I have read that the streams are evaluated lazily in the pipeline. It is not executed unless the terminal opertion is invoked on the expression. But, what are the benefits of this lazy evaluation of the expressions? Can someone please explain with some examples
Lazy processing allows for several useful improvements at, essentially, zero cost:
For simplicity, consider some finite stream like a list with n
element being streamed. Now consider something like:
Stream<SomeThing> resultStream = someList.stream();
if (condition1){
resultStream = resultStream.filter(predicate1);
}
if (condition2){
resultStream = resultStream.filter(predicate2);
}
if (condition3){
resultStream = resultStream.filter(predicate3);
}
List<SomeThing> result = resultStream.collect(Collectors.toList());
Since the filters are lazily applied this will result in a single iteration through the n
elements in the list. This is exactly an O(n)
operation. However, filtering the same list eagerly three times will apply three O(n)
operations on the list. This is more processing than the lazy evaluation does.
Since the source of the stream does not need to be static data (like a list), it can be a dynamic source like an event emitter, reading data over a socket or anything else, then the stream can be prepared in advanced and consumed when needed.

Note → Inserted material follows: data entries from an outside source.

import { useEffect, useState } from 'react';
import { Image, StyleSheet, View } from 'react-native';

import type { CatalogueEntry, CataloguePage } from '@/modules/catalogue/core/catalogue';
import { BuyerFrame } from '@/modules/disclosure/ui/components/buyer-frame';
import { money, pianoLine, pianoTitle } from '@/modules/disclosure/ui/disclosure-format';
import type { Loaded } from '@/modules/disclosure/ui/public-disclosure';
import { PIANO_KINDS, type PianoKind } from '@/modules/pianos/core/piano';
import { PALETTE, RADIUS, SPACE } from '@/modules/theme/core/palette';
import { Button } from '@/modules/theme/ui/button';
import { Card } from '@/modules/theme/ui/card';
import { ChoiceGroup } from '@/modules/theme/ui/choice-group';
import { MarkTag } from '@/modules/theme/ui/mark';
import { Loading, Notice } from '@/modules/theme/ui/notice';
import { Pager } from '@/modules/theme/ui/pager';
import { Body, Heading } from '@/modules/theme/ui/text';
import { useWide } from '@/modules/theme/ui/use-wide';

import { catalogueSearch, fetchCatalogue, priceLabels, PRICE_BANDS, SIZE_BANDS, SIZE_LABELS, type CatalogueFilters } from './public-catalogue';

const KIND_LABELS: Record<PianoKind, string> = { upright: 'Upright', grand: 'Grand' };
const NO_FILTERS: CatalogueFilters = { kind: null, size: null, price: null, offset: 0 };

/** The public list of pianos on the floor: each as its published disclosure describes it, with its price. */
export function CatalogueScreen() {
  const wide = useWide();
  const [filters, setFilters] = useState<CatalogueFilters>(NO_FILTERS);
  const [answer, setAnswer] = useState<{ search: string; value: Loaded<CataloguePage> } | null>(null);
  const [round, setRound] = useState(0);
  const [currency, setCurrency] = useState('USD');
  const search = catalogueSearch(filters, currency);

  useEffect(() => {
    let live = true;
    fetchCatalogue(search).then((value) => {
      if (!live) return;
      setAnswer({ search, value });
      const priced = value.state === 'ok' ? value.data.pianos.find((p) => p.askingPrice) : null;
      if (priced?.askingPrice) setCurrency(priced.askingPrice.currency);
    });
    return () => {
      live = false;
    };
  }, [search, round]);

  const set = (change: Partial<CatalogueFilters>) => setFilters((f) => ({ ...f, ...change, offset: change.offset ?? 0 }));
  const result = answer?.value;
  const page = result?.state === 'ok' ? result.data : null;

  return (
    <BuyerFrame dealerName={page?.dealerName ?? (result ? null : undefined)} kind="Pianos for sale" documentTitle="Pianos for sale" maxWidth={1200} foot="Every piano here is on the showroom floor today. Its condition disclosure is the full account; the price is the asking price.">
      <View style={styles.intro}>
        <Heading level={1}>Pianos on the floor</Heading>
        <Body tone="secondary">Each piano has a written condition disclosure: what was found when it came in, the work done and what was measured after. A piano held for a buyer or sold leaves this list. Sizes are the height of an upright, the length of a grand.</Body>
      </View>
      <View role="group" aria-label="Filter the pianos" style={[styles.filters, wide && styles.filtersWide]}>
        <View style={wide && styles.filter}>
          <ChoiceGroup label="Kind" options={PIANO_KINDS} labels={KIND_LABELS} value={filters.kind} onChange={(kind) => set({ kind })} onClear={() => set({ kind: null })} testID="catalogue-kind" />
        </View>
        <View style={wide && styles.filter}>
          <ChoiceGroup label="Size" options={SIZE_BANDS} labels={SIZE_LABELS} value={filters.size} onChange={(size) => set({ size })} onClear={() => set({ size: null })} testID="catalogue-size" scroll={!wide} />
        </View>
        <View style={wide && styles.filter}>
          <ChoiceGroup label="Price" options={PRICE_BANDS} labels={priceLabels(currency)} value={filters.price} onChange={(price) => set({ price })} onClear={() => set({ price: null })} testID="catalogue-price" scroll={!wide} />
        </View>
      </View>

      {!result || answer.search !== search ? (
        <Loading label="Finding pianos…" />
      ) : result.state === 'error' ? (
        <Notice tone="error" title="The list did not load" actions={<Button label="Try again" variant="secondary" onPress={() => setRound((r) => r + 1)} />}>
          {result.message}
        </Notice>
      ) : result.state === 'missing' || !page?.pianos.length ? (
        <Notice tone="info" title="No piano on the floor matches" testID="catalogue-none">
          {filters.kind || filters.size || filters.price ? 'Try fewer filters, or come back soon: pianos reach the floor as the workshop finishes them.' : 'Every piano is held or sold just now. Pianos reach the floor as the workshop finishes them.'}
        </Notice>
      ) : (
        <View style={styles.results}>
          <View role="status">
            <Body variant="label" testID="catalogue-count">
              {page.total === 1 ? '1 piano' : `${page.total} pianos`}
            </Body>
          </View>
          <View role="list" style={[styles.grid, wide && styles.gridWide]}>
            {page.pianos.map((p) => (
              <View role="listitem" key={p.token} style={[styles.cell, wide && styles.cellWide]}>
                <PianoCard piano={p} />
              </View>
            ))}
          </View>
          <Pager offset={page.offset} shown={page.pianos.length} total={page.total} pageSize={page.pageSize} noun="pianos" onOffset={(offset) => set({ offset })} testID="catalogue-pager" />
        </View>
      )}
    </BuyerFrame>
  );
}

function PianoCard({ piano }: { piano: CatalogueEntry }) {
  // The catalogue carries no serial number; the disclosure has it.
  const facts = { ...piano, serialNumber: null };
  const title = pianoTitle(facts);
  const worth = piano.areas.filter((a) => a.mark !== 'fine');
  const fine = piano.areas.length - worth.length;
  return (
    <Card style={styles.card} testID={`catalogue-piano-${piano.stockNumber}`} role="group" accessibilityLabel={title}>
      {piano.photo?.url ? (
        <Image source={{ uri: piano.photo.url }} style={styles.photo} accessibilityLabel={piano.photo.caption ?? `Photo of the ${title}`} />
      ) : (
        <View style={styles.noPhoto}>
          <Body variant="small" tone="secondary">
            No photo published yet
          </Body>
        </View>
      )}
      <View style={styles.cardBody}>
        <View>
          <Heading level={2}>{title}</Heading>
          <Body tone="secondary">{pianoLine(facts)}</Body>
          <Body variant="small" tone="quiet">
            {piano.stockNumber}
          </Body>
        </View>
        <Body variant="title" testID="catalogue-price-text">
          {piano.askingPrice ? money(piano.askingPrice.minor, piano.askingPrice.currency) : 'Ask us for the price'}
        </Body>
        <View style={styles.condition}>
          <Body variant="label">Condition, as disclosed</Body>
          <View style={styles.marks}>
            {fine ? <MarkTag mark="fine" label={`Fine: ${fine} of ${piano.areas.length} areas`} /> : null}
            {worth.map((a) => (
              <MarkTag key={a.label} mark={a.mark} label={`${a.label}: ${a.word}`} />
            ))}
          </View>
          {piano.soldAsItStands ? <Body variant="small">Sold as it stands: the work it needs is not done, and the price allows for it.</Body> : null}
          {!piano.soldAsItStands && piano.notDoneCount ? <Body variant="small">{piano.notDoneCount === 1 ? 'One piece of work it calls for is not done: the disclosure says which.' : `${piano.notDoneCount} pieces of work it calls for are not done: the disclosure says which.`}</Body> : null}
        </View>
        <View style={styles.actions}>
          <Button label="Read the condition disclosure" href={`/d/${piano.token}`} testID="catalogue-open" stretch />
          {piano.askingPrice ? <Button label="Hold it with a deposit" variant="secondary" href={`/d/${piano.token}#hold`} testID="catalogue-deposit" stretch /> : null}
        </View>
      </View>
    </Card>
  );
}

const styles = StyleSheet.create({
  intro: { gap: SPACE.sm, maxWidth: 760 },
  filters: { gap: SPACE.lg },
  filtersWide: { flexDirection: 'row', flexWrap: 'wrap', gap: SPACE.xl },
  filter: { flexBasis: 320, flexGrow: 1 },
  results: { gap: SPACE.lg },
  grid: { gap: SPACE.lg },
  gridWide: { flexDirection: 'row', flexWrap: 'wrap' },
  cell: { width: '100%' },
  cellWide: { width: 'auto', flexBasis: 340, flexGrow: 1, maxWidth: 400 },
  card: { padding: 0, overflow: 'hidden', height: '100%' },
  photo: { width: '100%', aspectRatio: 4 / 3, backgroundColor: PALETTE.linen },
  noPhoto: { minHeight: 48, backgroundColor: PALETTE.linen, alignItems: 'center', justifyContent: 'center', borderTopLeftRadius: RADIUS.md, borderTopRightRadius: RADIUS.md },
  cardBody: { padding: SPACE.lg, gap: SPACE.md, flexGrow: 1 },
  condition: { gap: SPACE.sm },
  marks: { flexDirection: 'row', flexWrap: 'wrap', gap: SPACE.xs },
  actions: { gap: SPACE.sm, marginTop: 'auto' },
});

For example, consider an application that attaches to a socket but does not need the data coming in right away. Perhaps only when some condition is met (5 minutes have passed, or some signal is received, or an error occurs, etc.) then the information is to be pulled from the socket. The application will just need to execute a terminal operation only at that point. Until then there are no CPU cycles or network bandwidth consumed for the stream.
Eager evaluation of a stream cannot handle infinite data sources. This would require infinite memory and processing time which, by definition, is not there. More practically, one has to be extremely careful in setting up expectations before hand.
That is where lazy evaluation can be indispensable, as it handles both finite and infinite data sources in the same idiomatic way. With zero cost. One can even change a stream's source from finite to infinite with little to no changes needed. Changing an eager operation to lazy is non-trivial otherwise.